Exercise aim
Repeat only the lines below from the one containing "x.end), (y.start, y.end))" through the one containing "let label = EmptyElement::at((x, frame.y.1))", inclusive, exactly as written.

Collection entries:
type Area<'a, 'b> = DrawingArea<SVGBackend<'b>, Shift>;
/// A curve's points (x, y) in data units.
type Curve = Vec<(f64, f64)>;

/// The step view needs a step response (none for an unstable loop).
pub fn needs_step(s: &Evaluated) -> Option<String> {
    s.eval.analysis.step.view_end().is_none().then(|| {
        format!(
            "{} has no step response to draw (its loop is unstable)",
            printable(&s.scenario.title)
        )
    })
}

/// A linear axis over `range` with about `n` labelled steps.
fn axis(range: (f64, f64), n: usize) -> ((f64, f64), Keyed) {
    let ((lo, hi), ticks) = nice_linear(range.0, range.1, n);
    ((lo, hi), Keyed::new((lo, hi), ticks, Vec::new()))
}

/// Where a chart's data land on the page.
fn frame_of(chart: &Chart) -> ink::Frame {
    let (x, y) = (chart.x_range(), chart.y_range());
    ink::Frame::of(chart.plotting_area(), (x.start, x.end), (y.start, y.end))
}

/// A vertical line over the chart with its text beside it near the top.
fn vmark<'a, 'b: 'a>(
    chart: &mut Chart<'a, 'b>,
    placer: &mut Placer,
    x: f64,
    (y0, y1): (f64, f64),
    text: String,
    (color, font): (RGBColor, u32),
) -> anyhow::Result<()> {
    let line = PathElement::new(vec![(x, y0), (x, y1)], color.mix(0.6).stroke_width(1));
    chart.draw_series(std::iter::once(line)).map_err(err)?;
    let frame = frame_of(chart);
    let (dx, dy, h) = placer.place(&frame, x, &text, font);
    let style = ("sans-serif", font)
        .into_font()
        .color(&color)
        .pos(Pos::new(h, VPos::Top));
    let label = EmptyElement::at((x, frame.y.1)) + Text::new(text, (dx, dy), style);
    chart.draw_series(std::iter::once(label)).map_err(err)?;
    Ok(())
}

/// The step waveforms to draw: in volts, or each divided by its own final
/// value when the stages step by different sizes (then comparable).
/// Waveforms, one per stage.
type Waves = Vec<Vec<(f64, f64)>>;

/// The waveforms and, when each is divided by its final value, the axis
/// description that says so.
fn step_waves(stages: &[Evaluated], end: f64) -> (Waves, Option<&'static str>) {
    let responses: Vec<_> = stages.iter().map(|s| &s.eval.analysis.step).collect();
    let (waves, divided) = crate::engine::step::shown_waves(&responses, end, 400);
    (waves, divided.then_some("output / its final value"))
}

/// The step response of each stage against time, the ±0.1 % band around
/// A's final value and each stage's 0.1 % settling time.
pub fn step_chart(
    area: &Area,
    heading: &str,
    stages: &[Evaluated],
    look: Look,
    font: u32,
) -> anyhow::Result<()> {
    let end = stages
        .iter()
        .filter_map(|s| s.eval.analysis.step.view_end())
        .fold(0.0, f64::max);
    let (waves, normalised) = step_waves(stages, end);
    let final_a = match normalised {
        Some(_) => Some(1.0),
        None => stages[0].eval.analysis.step.final_v,
    };
    let band: Vec<f64> = final_a.map_or(Vec::new(), |f| vec![f * 0.999, f * 1.001]);
    let (lo, hi) = waves
        .iter()
        .flatten()
        .map(|p| p.1)
        .chain(band.iter().copied())
        .fold((0.0f64, 0.0f64), |(a, b), v| (a.min(v), b.max(v)));
    let ((x0, _), x_axis) = axis((0.0, end), 8);
    let (yr, y_axis) = axis((lo, hi), 8);
    let sizes: Vec<String> = stages
        .iter()
        .map(|s| fmt_eng(s.eval.analysis.step.size_v, s.scenario.input_unit()))
        .collect();
    let entries = step_entries(stages, !band.is_empty(), look);
    let area = head(
        area,
        &titled(&format!("{heading}, {} step", sizes.join(" / ")), stages),
        &entries,
        font,
    )?;
    let mut chart = ChartBuilder::on(&area)
        .margin(12)
        .margin_right(crate::output::svg::RIGHT_MARGIN)
        .x_label_area_size(font * 3)
        .y_label_area_size(font * 5)
        .build_cartesian_2d(x_axis, y_axis)
        .map_err(err)?;
    chart
        .configure_mesh()
        .x_desc("time (s)")
        .y_desc(normalised.unwrap_or("output at the load (V)"))
        .x_label_formatter(&|x| fmt_eng(*x, "s").replace(' ', ""))
        .y_label_formatter(&|y| match normalised {
            Some(_) => fmt_plain(*y, 4),
            None => fmt_eng(*y, "V").replace(' ', ""),
        })
        .label_style(("sans-serif", font).into_font())
        .axis_desc_style(("sans-serif", font).into_font())
        .draw()
        .map_err(err)?;
    // The band: shaded with dashed edges, at least 6 px tall so that it
    // reads at a glance (0.2 % of the axis is under a pixel).
    if let [lo_b, hi_b] = band[..] {
        let frame = frame_of(&chart);
        let token = ink::band(&frame, (lo_b, hi_b), 6.0, band_style(look).color);
        chart
            .draw_series(std::iter::once(ink::placeholder(token, (x0, lo_b))))
            .map_err(err)?;
    }
    marks_and_waves(&mut chart, stages, (&waves, &band), yr, (look, font))
}

/// The step chart's marks (each stage's settling and other times, with
/// texts kept off the curves, the band and each other) and its waves.
fn marks_and_waves<'a, 'b: 'a>(
    chart: &mut Chart<'a, 'b>,
    stages: &[Evaluated],
    (waves, band): (&[Curve], &[f64]),
    yr: (f64, f64),
    (look, font): (Look, u32),
) -> anyhow::Result<()> {
    let frame = frame_of(chart);
    let mut placer = Placer::default();
    if let [lo_b, hi_b] = band[..] {
        placer.avoid_band(&frame, (lo_b, hi_b), 6.0);
    }
    let marks: Vec<(usize, f64, String)> = stages
        .iter()
        .enumerate()
        .flat_map(|(slot, s)| step_marks(s).into_iter().map(move |(x, t)| (slot, x, t)))
        .collect();
    for w in waves {
        placer.avoid_curve(&frame, w);
    }
    for (_, x, _) in &marks {
        placer.avoid_rule(&frame, *x);
    }
    for (slot, x, text) in marks {
        let color = style(slot, false, look.mono).color;
        vmark(chart, &mut placer, x, yr, text, (color, font))?;
    }
    for (slot, w) in waves.iter().enumerate() {
        trace(chart, &frame, w, &style(slot, false, look.mono))?;
    }
    Ok(())
}

/// The step chart's legend: the settling band (when drawn), then each
/// stage's output; a stage held at a rail before the step has no figures,
/// and its name says why.
fn step_entries(stages: &[Evaluated], band: bool, look: Look) -> Vec<Entry> {
    let shade = (
        "±0.1 % of the final value (shaded)".to_string(),
        band_style(look),
    );
    let outputs = stages.iter().enumerate().map(|(slot, s)| {
        let mut name = slot_name(stages.len(), slot, "output");
        if let Some(reason) = s.eval.analysis.step.reason {
            name = format!("{name} (no figures: {reason})");
        }
        (name, style(slot, false, look.mono))
    });
    band.then_some(shade).into_iter().chain(outputs).collect()
}

/// The settling band's look: a teal (grey in mono) shade.
fn band_style(look: Look) -> crate::output::svg::Style {
    crate::output::svg::Style {
        color: if look.mono {
            RGBColor(110, 110, 110)
        } else {
            RGBColor(20, 140, 130)
        },
        width: 6.0,
        dash: None,
        rings: false,
    }
}

/// One stage's settling-time marks: (time, text).
fn step_marks(s: &Evaluated) -> Vec<(f64, String)> {
    let r = &s.eval.analysis.step;
    let mut out = Vec::new();
    if let Some(ts) = r.settle_s[1] {
        out.push((ts, format!("ts 0.1 % {}", fmt_eng(ts, "s"))));
    }
    // The stage's own threshold (half an LSB of N bits, or a fraction).
    if let (Some(b), Some(ts)) = (r.threshold, r.settle_to_s) {
        let level = crate::output::settling::level_label(b.log10());
        out.push((ts, format!("ts {level} {}", fmt_eng(ts, "s"))));
    }
    out
}

/// A histogram's name over its panel.
fn panel_name(key: &str) -> &str {
    match key {
        "f_3db_hz" => "f−3dB",
        other => crate::judge::spread_figures::label(other),
    }
}
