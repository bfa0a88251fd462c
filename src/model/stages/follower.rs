//! The follower: the signal into the + pin, the − pin at the feedback
//! point through rf (usually absent: a wire).

use super::{wire, GainUnit, Input, Kind, Node::*, PartDecl};
use crate::model::scenario::Topology;

pub static KIND: Kind = Kind {
    topology: Topology::Follower,
    parts: &[
        wire(Input, Plus),
        PartDecl {
            required: false,
            start: None,
            ..super::common::RF
        },
        super::common::CF,
        super::common::RISO,
    ],
    input: Input::Voltage,
    reference: None,
    output: Load,
    bias: None,
    gain_unit: GainUnit::VoltsPerVolt,
    gain: |_| 1.0,
    negative: false,
    source_in_network: false,
    // A follower's rf carries only the input current.
    feedback_load: |_| f64::INFINITY,
    source_parts: &[],
    stabilize: &["riso"],
    pairs: None,
};
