//! Parts several kinds share: rf and cf across the feedback, riso at the
//! output.

use super::{Element, Node::*, PartDecl, Tolerance};

/// rf from the feedback point to the − pin (zero or absent: a wire).
pub const RF: PartDecl = PartDecl {
    name: "rf",
    a: Feedback,
    b: Minus,
    element: Element::Resistor,
    param: "stage.rf",
    read: |s| s.stage.rf,
    absent: 0.0,
    required: true,
    start: Some(10e3),
    with: None,
    tolerance: Tolerance::Resistor,
};

/// cf from the amplifier's output pin to the − pin, only across an rf.
pub const CF: PartDecl = PartDecl {
    name: "cf",
    a: AmpOut,
    b: Minus,
    element: Element::Capacitor,
    param: "stage.cf",
    read: |s| s.stage.cf,
    absent: 0.0,
    required: false,
    start: None,
    with: Some("rf"),
    tolerance: Tolerance::Capacitor,
};

/// riso from the amplifier's output pin to the load terminal.
pub const RISO: PartDecl = PartDecl {
    name: "riso",
    a: AmpOut,
    b: Load,
    element: Element::Resistor,
    param: "stage.riso",
    read: |s| s.stage.riso,
    absent: 0.0,
    required: false,
    start: None,
    with: None,
    tolerance: Tolerance::Resistor,
};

Answer for this exercise
    ink::Frame::of(chart.plotting_area(), (x.start, x.end), (y.start, y.end))
}

/// A vertical line over the chart with its text beside it near the top.
fn vmark<'a, 'b: 'a>(
    chart: &mut Chart<'a, 'b>,
    placer: &mut Placer,
    x: f64,
    (y0, y1): (f64, f64),
    text: String,
    (color, font): (RGBColor, u32),
) -> anyhow::Result<()> {
    let line = PathElement::new(vec![(x, y0), (x, y1)], color.mix(0.6).stroke_width(1));
    chart.draw_series(std::iter::once(line)).map_err(err)?;
    let frame = frame_of(chart);
    let (dx, dy, h) = placer.place(&frame, x, &text, font);
    let style = ("sans-serif", font)
        .into_font()
        .color(&color)
        .pos(Pos::new(h, VPos::Top));
    let label = EmptyElement::at((x, frame.y.1)) + Text::new(text, (dx, dy), style);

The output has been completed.